Hi everyone. So I'm going to start off with a little bit of background info this might be really long but I feel so confused and lost I don't know where else to go. I am based in the US btw.
So in college I majored in Business Analytics and IT and quite frankly never understood or even enjoyed a single course related to it. I was also a COVID student so all my classes related to my major were online. I graduated a semester early with a 3.9 GPA and started a job 2 weeks after graduation. Throughout college, I honestly did not know a single classmate since we went online my Sophomore year and classes related to my major started Junior year.

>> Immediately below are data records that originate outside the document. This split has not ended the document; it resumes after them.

"""Compound roles: which metabolites are protons, water, H2, phosphate, adenine nucleotides,
pyrophosphate or electron carriers.

A role is declared in the ``role`` column of a compounds table and kept in the metabolite's
``notes['role']``. Carrier roles read ``red:PAIR:N`` / ``ox:PAIR:N``: the reduced or oxidised form
of the carrier pair ``PAIR``, one unit carrying ``N`` electrons (NADH ``red:NAD:2``, NAD+
``ox:NAD:2``, reduced ferredoxin counted per two electrons ``red:Fd:2``).

Nothing here computes an energy; the rewrites of :mod:`tfa.network.rewrites` and the checks of
the table reader use these helpers.
"""

from __future__ import annotations

import re
from dataclasses import dataclass

import cobra

from ..errors import InputError
from ..thermo.balance import parse_formula
from ..thermo.compounds import FIXED_ACTIVITY_KINDS

#: Roles without parameters.
SIMPLE_ROLES = ("proton", "water", "h2", "phosphate", "atp", "adp", "amp", "pyrophosphate")
#: The compounds that the no-ATP modes remove.
NUCLEOTIDE_ROLES = ("atp", "adp", "amp", "pyrophosphate")
_CARRIER_RE = re.compile(r"^(red|ox):([A-Za-z0-9_+\-()]+):([1-9][0-9]*)$")


@dataclass(frozen=True)
class CarrierRole:
    """One form of an electron-carrier pair: ``state`` is ``"red"`` or ``"ox"``."""

    state: str
    pair: str
    electrons: int


def parse_role(text: str | None, where: str = "") -> str | CarrierRole | None:
    """Read a role cell: ``None`` for empty, a simple role name, or a :class:`CarrierRole`.

    >>> parse_role("red:NAD:2")
    CarrierRole(state='red', pair='NAD', electrons=2)
    >>> parse_role("water")
    'water'
    """
    if text is None or not str(text).strip():
        return None
    value = str(text).strip()
    if value.lower() in SIMPLE_ROLES:
        return value.lower()
    match = _CARRIER_RE.match(value)
    if match:
        return CarrierRole(match.group(1), match.group(2), int(match.group(3)))
    prefix = f"{where}: " if where else ""
    raise InputError(
        f"{prefix}role '{value}' is not understood; use one of {', '.join(SIMPLE_ROLES)}, "
        "'red:PAIR:N' or 'ox:PAIR:N' (e.g. 'red:NAD:2' for NADH), or leave the cell empty"
    )


def metabolite_role(metabolite: cobra.Metabolite) -> str | CarrierRole | None:
    """The role recorded in ``metabolite.notes['role']`` (``None`` when there is none)."""
    return parse_role((metabolite.notes or {}).get("role"), where=f"compound '{metabolite.id}'")


def without_activity(model: cobra.Model, kind_of=None) -> set[str]:
    """Ids of the metabolites without a concentration variable: water and pure solids (activity
    1) and H+ (fixed by the pH). Found by their role (``water``, ``proton``) or, when ``kind_of``
    is given (a function from a ``thermo_key`` to the kind of the compound it names, or None), by
    a thermo key that names one of :data:`tfa.thermo.compounds.FIXED_ACTIVITY_KINDS`.
    """
    found = set()
    for met in model.metabolites:
        if metabolite_role(met) in ("water", "proton"):
            found.add(met.id)
            continue
        key = str((met.notes or {}).get("thermo_key") or "").strip()
        if kind_of is not None and key and kind_of(key) in FIXED_ACTIVITY_KINDS:
            found.add(met.id)
    return found


def metabolites_with_role(model: cobra.Model, role: str) -> list[cobra.Metabolite]:
    """Metabolites whose role is the simple role ``role`` (e.g. ``"proton"``), in model order."""
    return [m for m in model.metabolites if metabolite_role(m) == role]


def single_with_role(model: cobra.Model, role: str, fallback_ids: tuple[str, ...] = ()) -> cobra.Metabolite | None:
    """The one metabolite with ``role``; else the first of ``fallback_ids`` present; else ``None``.

    Raises
    ------
    InputError
        When two or more metabolites claim the same role.
    """
    found = metabolites_with_role(model, role)
    if len(found) > 1:
        raise InputError(
            f"compounds {', '.join(m.id for m in found)} all have role '{role}'; give the role to one "
            "compound only"
        )
    if found:
        return found[0]
    for candidate in fallback_ids:
        if candidate in model.metabolites:
            return model.metabolites.get_by_id(candidate)
    return None


@dataclass(frozen=True)
class CarrierPair:
    """A two-form electron carrier: reduced and oxidised metabolites, electrons per unit.

    ``hydrogen_difference`` and ``charge_difference`` are (reduced minus oxidised); the check
    ``hydrogen_difference - charge_difference == electrons`` holds for a consistent pair
    (NADH minus NAD+ = one H and charge -1: two electrons).
    """

    pair: str
    reduced: cobra.Metabolite
    oxidised: cobra.Metabolite
    electrons: int
    hydrogen_difference: int
    charge_difference: int


def carrier_pairs(model: cobra.Model) -> dict[str, CarrierPair]:
    """Every carrier pair of the model, checked against the formulas.

    The reduced and oxidised forms must differ only in hydrogen and charge, and by exactly ``N``
    electrons (H difference minus charge difference = N): this is what lets a pair be replaced
    by N/2 H2 and H+ with the balance intact.

    Raises
    ------
    InputError
        A pair with only one form, two forms of the same state, different N, or formulas that do
        not differ by N electrons; the message names the compounds and the fix.
    """
    forms: dict[str, dict[str, list[tuple[cobra.Metabolite, CarrierRole]]]] = {}
    for met in model.metabolites:
        role = metabolite_role(met)
        if isinstance(role, CarrierRole):
            forms.setdefault(role.pair, {"red": [], "ox": []})[role.state].append((met, role))
    pairs: dict[str, CarrierPair] = {}
    for pair, states in forms.items():
        for state in ("red", "ox"):
            if len(states[state]) != 1:
                names = ", ".join(m.id for m, _ in states[state]) or "none"
                raise InputError(
                    f"carrier pair '{pair}' needs exactly one '{state}:{pair}:N' compound, found {names}; "
                    "give each pair one reduced and one oxidised form"
                )
        (red, red_role), (ox, ox_role) = states["red"][0], states["ox"][0]
        if red_role.electrons != ox_role.electrons:
            raise InputError(
                f"carrier pair '{pair}': {red.id} says {red_role.electrons} electrons, {ox.id} says "
                f"{ox_role.electrons}; give both forms the same N"
            )
        red_counts, red_charge = formula_and_charge(red)
        ox_counts, ox_charge = formula_and_charge(ox)
        elements = set(red_counts) | set(ox_counts)
        off = {e: red_counts.get(e, 0) - ox_counts.get(e, 0) for e in elements if e != "H"}
        off = {e: v for e, v in off.items() if v}
        dh = red_counts.get("H", 0) - ox_counts.get("H", 0)
        dz = red_charge - ox_charge
        if off or dh - dz != red_role.electrons:
            raise InputError(
                f"carrier pair '{pair}': {red.id} ({red.formula}, {red_charge:+d}) and {ox.id} "
                f"({ox.formula}, {ox_charge:+d}) differ by {dh - dz} electrons"
                + (f" and in {', '.join(sorted(off))}" if off else "")
                + f", but the role says {red_role.electrons}; fix the formulas, the charges or N"
            )
        pairs[pair] = CarrierPair(pair, red, ox, red_role.electrons, dh, dz)
    return pairs


def formula_and_charge(metabolite: cobra.Metabolite) -> tuple[dict[str, int], int]:
    """(element counts, charge) of a metabolite from its cobra ``formula`` and ``charge``.

    Raises
    ------
    InputError
        When the formula or the charge is missing or unreadable.
    """
    if not metabolite.formula:
        raise InputError(f"compound '{metabolite.id}' has no formula; give its formula and charge")
    counts, suffix_charge = parse_formula(metabolite.formula, where=f"compound '{metabolite.id}'")
    charge = metabolite.charge
    if charge is None:
        charge = suffix_charge
    return counts, int(round(float(charge)))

Fast-forward to my first job out of college in January 2022 and I was absolutely miserable. This is a completely remote IT consulting role and I'd be thrown into calls by myself in front of the client having no idea what to say. No one would show up to my 1:1's. I felt so lost and had no idea what I was doing. I did get positive feedback but I was absolutely miserable and my mental health was awful. All of my colleagues were overworked and it was a very “hustle culture” “grind” mentality. My manager would always tell me that your 20's are your time to grind as much as possible.
This job and COVID in general made my anxiety so bad that I started to go to therapy in April. I have really bad social anxiety that worsened during the pandemic and in this role as well as just overall anxiety in general. I have gotten a little better but I am still really struggling today. I quit my job after 8 months in August because I just could not do it and started a new IT/tech role in a fortune 500 company in September. This role is also mainly remote.
Now in my current role I am in a similar situation. My team is extremely overworked. My coworkers are putting in 12+ hours a day and I am not receiving training. My manager told me that I need to basically be an experienced worker even though this is an entry level role marketed towards college grads. She does not show up to our 1:1's or provide any guidance on the tasks given to me and then gets upset when I am struggling. She never really answers my messages either. She told me this is a “hustle culture” and “fast-paced” and I need to be a “driver.” This is the exact opposite of what I was told by HR in the interview and this is the exact environment I wanted to leave. The role is more tech-based than IT overall and I genuinely do not understand anything.
I feel so lost and have no idea what I am doing. I am so miserable I do not know what to do and just am not interested in what I am doing. The problem is I have no idea what I want to do or how to proceed. If I leave this role in under a year I have to pay back all my bonuses but I have not spent any of it yet. I live at home with no debt, which I am lucky for and have around 50k saved, so financially I am okay but I do want to move out eventually and am worried I won't have stability. I am having trouble finding any motivation for this role anymore and just feel so useless.
I can't tell if I'm the problem and I just cannot function in a corporate role or if I just have no received proper training. In my past internship at another company I did get good feedback but my manager would show me how to do everything and would meet with me everyday which is something I need but I think is extremely hard to find.
The thought of doing this for the next 60 years just makes me feel so miserable. I don't know if I should change careers, go back to school, take a gap year, I just have no idea. I am so confused and terrified that I am just going to feel this way at any job.
I think I realized that I just want a role that provides adequate training, an involved manager, work/life balance, and pays me enough to support myself. I don't need to be a millionaire and just do not fit this “hustle” and aggressive/competitive culture. I just do not want to be so stressed out and only enjoy 2 days out of every week since over 2/3's of our life is spent at our jobs.
And I know it is going to be extremely difficult to find a job nowadays with the recession so I am just so confused on what to do. I know my anxiety issues probably play a role and I am working on it with therapy and have seen improvement but I still do have a long way to go.
Are there any career paths/companies that fit with what I am looking for? I do not want to be a failure or burden my parents. It feels like everyone else is able to function in their corporate roles but me. I feel so lost so any help would be appreciated.